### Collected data
* * * *

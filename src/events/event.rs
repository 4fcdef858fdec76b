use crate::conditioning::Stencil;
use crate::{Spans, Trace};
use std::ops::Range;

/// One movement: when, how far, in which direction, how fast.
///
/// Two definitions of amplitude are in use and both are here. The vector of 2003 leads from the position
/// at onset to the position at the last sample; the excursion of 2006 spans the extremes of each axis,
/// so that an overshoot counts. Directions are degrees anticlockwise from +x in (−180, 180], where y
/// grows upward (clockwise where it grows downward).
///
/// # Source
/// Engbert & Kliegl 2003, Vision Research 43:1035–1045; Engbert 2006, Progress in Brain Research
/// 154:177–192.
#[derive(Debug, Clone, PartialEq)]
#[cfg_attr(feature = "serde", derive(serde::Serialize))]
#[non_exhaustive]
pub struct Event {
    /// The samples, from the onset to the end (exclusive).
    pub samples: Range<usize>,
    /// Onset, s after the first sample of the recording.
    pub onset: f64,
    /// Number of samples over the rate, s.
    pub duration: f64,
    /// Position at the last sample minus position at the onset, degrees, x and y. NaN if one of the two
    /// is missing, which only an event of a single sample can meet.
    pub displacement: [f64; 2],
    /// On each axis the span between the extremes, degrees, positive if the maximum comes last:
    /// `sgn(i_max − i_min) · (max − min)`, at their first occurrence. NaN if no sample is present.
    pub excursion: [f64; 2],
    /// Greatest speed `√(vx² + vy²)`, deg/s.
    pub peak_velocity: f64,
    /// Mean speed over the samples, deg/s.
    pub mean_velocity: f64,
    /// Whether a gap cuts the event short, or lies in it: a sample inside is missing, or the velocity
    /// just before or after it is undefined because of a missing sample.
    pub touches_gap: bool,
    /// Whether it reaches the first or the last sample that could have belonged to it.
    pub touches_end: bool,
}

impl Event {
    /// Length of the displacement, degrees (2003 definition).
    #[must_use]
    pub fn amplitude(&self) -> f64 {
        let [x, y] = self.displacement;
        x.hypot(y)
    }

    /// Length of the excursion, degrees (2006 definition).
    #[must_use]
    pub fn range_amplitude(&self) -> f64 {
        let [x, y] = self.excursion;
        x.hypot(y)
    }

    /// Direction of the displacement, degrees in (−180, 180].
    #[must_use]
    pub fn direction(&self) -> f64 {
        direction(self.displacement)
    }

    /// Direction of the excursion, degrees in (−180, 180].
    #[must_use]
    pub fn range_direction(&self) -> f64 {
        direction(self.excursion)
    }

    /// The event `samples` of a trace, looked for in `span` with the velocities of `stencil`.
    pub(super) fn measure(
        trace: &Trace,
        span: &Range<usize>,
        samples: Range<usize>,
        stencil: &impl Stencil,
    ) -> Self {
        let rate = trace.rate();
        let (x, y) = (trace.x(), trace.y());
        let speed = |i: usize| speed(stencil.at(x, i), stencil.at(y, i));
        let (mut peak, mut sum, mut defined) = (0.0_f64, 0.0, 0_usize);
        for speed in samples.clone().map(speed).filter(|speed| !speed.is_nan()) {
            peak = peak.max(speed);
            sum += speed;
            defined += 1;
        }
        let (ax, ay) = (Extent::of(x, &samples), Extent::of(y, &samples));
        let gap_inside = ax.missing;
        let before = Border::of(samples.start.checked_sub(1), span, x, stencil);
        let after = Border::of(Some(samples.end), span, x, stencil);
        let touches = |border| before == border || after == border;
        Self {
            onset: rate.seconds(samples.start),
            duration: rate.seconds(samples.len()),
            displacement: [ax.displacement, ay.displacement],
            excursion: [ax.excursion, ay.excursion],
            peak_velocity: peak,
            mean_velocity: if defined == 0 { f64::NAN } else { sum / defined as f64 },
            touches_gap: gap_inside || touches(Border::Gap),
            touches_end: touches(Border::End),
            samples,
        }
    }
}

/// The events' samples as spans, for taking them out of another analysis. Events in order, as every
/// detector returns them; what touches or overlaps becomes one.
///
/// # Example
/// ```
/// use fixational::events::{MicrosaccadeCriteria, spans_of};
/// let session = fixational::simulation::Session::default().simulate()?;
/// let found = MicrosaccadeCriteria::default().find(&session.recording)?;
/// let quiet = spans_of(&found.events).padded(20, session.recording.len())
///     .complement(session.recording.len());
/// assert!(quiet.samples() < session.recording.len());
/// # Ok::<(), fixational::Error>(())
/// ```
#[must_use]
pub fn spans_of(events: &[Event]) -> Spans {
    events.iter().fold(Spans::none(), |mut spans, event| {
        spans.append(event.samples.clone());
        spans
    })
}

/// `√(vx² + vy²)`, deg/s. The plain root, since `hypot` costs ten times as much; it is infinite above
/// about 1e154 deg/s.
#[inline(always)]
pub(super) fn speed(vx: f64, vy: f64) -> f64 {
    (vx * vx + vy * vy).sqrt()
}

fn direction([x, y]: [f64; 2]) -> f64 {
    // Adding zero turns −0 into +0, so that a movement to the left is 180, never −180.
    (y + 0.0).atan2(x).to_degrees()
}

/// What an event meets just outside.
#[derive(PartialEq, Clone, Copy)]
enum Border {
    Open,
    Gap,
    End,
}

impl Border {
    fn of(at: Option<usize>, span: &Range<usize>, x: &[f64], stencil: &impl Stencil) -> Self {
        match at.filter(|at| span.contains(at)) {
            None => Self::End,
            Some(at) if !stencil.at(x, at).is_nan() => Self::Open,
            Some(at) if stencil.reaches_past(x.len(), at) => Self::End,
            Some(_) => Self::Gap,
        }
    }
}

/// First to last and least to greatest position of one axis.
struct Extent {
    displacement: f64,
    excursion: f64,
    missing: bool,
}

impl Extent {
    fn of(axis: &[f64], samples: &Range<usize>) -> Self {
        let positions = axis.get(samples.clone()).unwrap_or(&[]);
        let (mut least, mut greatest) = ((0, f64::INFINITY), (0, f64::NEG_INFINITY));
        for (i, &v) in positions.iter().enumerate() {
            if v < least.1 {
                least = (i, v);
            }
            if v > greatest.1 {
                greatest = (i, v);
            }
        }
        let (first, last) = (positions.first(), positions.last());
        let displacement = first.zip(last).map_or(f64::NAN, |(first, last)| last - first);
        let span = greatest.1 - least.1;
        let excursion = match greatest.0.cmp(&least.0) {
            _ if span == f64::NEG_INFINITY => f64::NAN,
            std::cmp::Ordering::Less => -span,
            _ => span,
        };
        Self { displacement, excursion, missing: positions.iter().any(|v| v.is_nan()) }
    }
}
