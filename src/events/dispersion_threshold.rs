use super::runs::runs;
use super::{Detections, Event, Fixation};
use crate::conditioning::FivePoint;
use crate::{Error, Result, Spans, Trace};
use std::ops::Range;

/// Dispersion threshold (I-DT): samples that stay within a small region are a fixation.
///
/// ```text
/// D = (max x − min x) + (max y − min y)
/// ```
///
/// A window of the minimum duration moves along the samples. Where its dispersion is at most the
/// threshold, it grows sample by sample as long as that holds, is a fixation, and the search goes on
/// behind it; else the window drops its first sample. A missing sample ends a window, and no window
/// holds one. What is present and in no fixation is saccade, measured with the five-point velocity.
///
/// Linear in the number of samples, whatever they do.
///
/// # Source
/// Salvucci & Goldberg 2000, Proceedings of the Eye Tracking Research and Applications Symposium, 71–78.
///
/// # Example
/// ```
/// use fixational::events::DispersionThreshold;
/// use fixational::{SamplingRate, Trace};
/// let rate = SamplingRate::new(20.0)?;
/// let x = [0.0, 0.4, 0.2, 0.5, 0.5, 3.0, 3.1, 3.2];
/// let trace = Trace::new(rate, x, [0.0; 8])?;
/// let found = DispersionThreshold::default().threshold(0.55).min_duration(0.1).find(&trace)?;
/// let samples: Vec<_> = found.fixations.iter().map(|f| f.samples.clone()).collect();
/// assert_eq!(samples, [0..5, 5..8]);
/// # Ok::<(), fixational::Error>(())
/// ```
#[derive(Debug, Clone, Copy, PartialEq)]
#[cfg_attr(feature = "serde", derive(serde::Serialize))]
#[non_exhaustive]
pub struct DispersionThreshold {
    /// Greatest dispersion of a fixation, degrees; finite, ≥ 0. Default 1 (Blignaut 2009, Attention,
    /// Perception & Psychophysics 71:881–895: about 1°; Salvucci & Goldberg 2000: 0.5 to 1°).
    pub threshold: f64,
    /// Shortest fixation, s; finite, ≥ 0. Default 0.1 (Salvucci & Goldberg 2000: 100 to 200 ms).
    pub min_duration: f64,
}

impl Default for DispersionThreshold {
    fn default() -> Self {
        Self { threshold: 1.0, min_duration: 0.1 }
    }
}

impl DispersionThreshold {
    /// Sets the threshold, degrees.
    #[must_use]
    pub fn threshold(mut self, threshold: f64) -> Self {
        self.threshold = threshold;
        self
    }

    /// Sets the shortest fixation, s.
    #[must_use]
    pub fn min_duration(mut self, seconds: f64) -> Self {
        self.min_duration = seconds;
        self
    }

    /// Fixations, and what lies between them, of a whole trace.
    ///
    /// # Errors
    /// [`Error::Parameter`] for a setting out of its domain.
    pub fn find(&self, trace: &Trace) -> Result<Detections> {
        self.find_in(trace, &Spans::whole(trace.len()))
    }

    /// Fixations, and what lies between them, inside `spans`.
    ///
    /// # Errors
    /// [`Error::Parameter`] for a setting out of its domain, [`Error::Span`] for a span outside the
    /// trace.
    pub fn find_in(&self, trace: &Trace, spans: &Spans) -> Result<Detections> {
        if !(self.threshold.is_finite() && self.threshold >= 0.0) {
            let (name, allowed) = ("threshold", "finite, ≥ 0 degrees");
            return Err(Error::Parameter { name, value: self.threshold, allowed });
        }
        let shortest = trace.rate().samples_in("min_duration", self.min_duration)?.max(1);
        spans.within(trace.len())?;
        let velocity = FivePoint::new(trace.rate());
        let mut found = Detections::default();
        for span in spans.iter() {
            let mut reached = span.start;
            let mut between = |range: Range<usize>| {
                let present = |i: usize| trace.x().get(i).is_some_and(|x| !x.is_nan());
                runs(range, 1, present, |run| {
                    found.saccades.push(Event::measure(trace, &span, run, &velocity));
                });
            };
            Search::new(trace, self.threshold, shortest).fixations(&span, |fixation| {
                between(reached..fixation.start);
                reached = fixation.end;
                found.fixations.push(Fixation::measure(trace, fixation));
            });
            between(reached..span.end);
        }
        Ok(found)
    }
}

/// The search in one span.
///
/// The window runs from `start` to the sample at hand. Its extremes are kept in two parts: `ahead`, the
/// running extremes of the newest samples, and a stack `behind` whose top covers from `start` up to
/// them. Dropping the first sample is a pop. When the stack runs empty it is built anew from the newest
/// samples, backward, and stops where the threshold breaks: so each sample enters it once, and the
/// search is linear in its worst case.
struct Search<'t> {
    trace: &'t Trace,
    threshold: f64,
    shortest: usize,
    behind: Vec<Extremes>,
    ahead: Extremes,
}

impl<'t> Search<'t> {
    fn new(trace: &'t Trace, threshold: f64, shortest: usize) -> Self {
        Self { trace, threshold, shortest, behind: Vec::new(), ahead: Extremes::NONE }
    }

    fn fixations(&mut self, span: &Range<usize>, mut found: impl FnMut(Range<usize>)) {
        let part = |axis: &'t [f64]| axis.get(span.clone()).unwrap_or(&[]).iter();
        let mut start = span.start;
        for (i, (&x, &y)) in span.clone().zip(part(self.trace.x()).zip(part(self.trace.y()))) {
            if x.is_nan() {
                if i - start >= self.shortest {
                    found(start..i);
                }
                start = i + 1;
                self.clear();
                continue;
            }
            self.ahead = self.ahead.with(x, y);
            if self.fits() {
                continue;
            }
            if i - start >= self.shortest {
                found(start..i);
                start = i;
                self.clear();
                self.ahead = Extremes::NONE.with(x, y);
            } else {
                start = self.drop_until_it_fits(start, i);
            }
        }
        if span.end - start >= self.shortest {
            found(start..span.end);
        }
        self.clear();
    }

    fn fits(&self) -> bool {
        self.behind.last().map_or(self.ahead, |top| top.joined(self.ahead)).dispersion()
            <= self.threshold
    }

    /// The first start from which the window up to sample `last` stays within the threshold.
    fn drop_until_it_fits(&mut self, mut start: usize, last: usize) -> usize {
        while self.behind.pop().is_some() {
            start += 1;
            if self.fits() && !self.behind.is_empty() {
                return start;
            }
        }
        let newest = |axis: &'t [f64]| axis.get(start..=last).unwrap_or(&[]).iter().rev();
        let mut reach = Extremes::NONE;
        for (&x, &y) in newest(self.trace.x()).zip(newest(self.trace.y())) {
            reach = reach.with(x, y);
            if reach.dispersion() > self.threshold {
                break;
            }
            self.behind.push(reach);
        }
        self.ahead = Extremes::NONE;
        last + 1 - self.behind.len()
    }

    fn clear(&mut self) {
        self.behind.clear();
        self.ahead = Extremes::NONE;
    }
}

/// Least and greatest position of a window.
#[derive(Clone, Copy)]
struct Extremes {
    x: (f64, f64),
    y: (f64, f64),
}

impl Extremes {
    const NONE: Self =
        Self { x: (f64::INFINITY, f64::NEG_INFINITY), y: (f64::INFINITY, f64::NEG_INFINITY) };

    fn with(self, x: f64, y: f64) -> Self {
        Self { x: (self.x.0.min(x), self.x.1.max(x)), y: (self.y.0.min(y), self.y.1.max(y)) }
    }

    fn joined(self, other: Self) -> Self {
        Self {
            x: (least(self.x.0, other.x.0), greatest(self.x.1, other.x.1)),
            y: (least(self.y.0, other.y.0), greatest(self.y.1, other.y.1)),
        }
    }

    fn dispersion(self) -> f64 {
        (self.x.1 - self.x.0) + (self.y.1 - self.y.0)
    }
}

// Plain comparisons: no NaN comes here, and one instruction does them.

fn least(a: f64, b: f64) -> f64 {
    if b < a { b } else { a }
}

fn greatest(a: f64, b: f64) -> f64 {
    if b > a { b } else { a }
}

* * * *

Whenever the word "whole" appears in a line above, copy that line.

    /// Fixations, and what lies between them, of a whole trace.
        self.find_in(trace, &Spans::whole(trace.len()))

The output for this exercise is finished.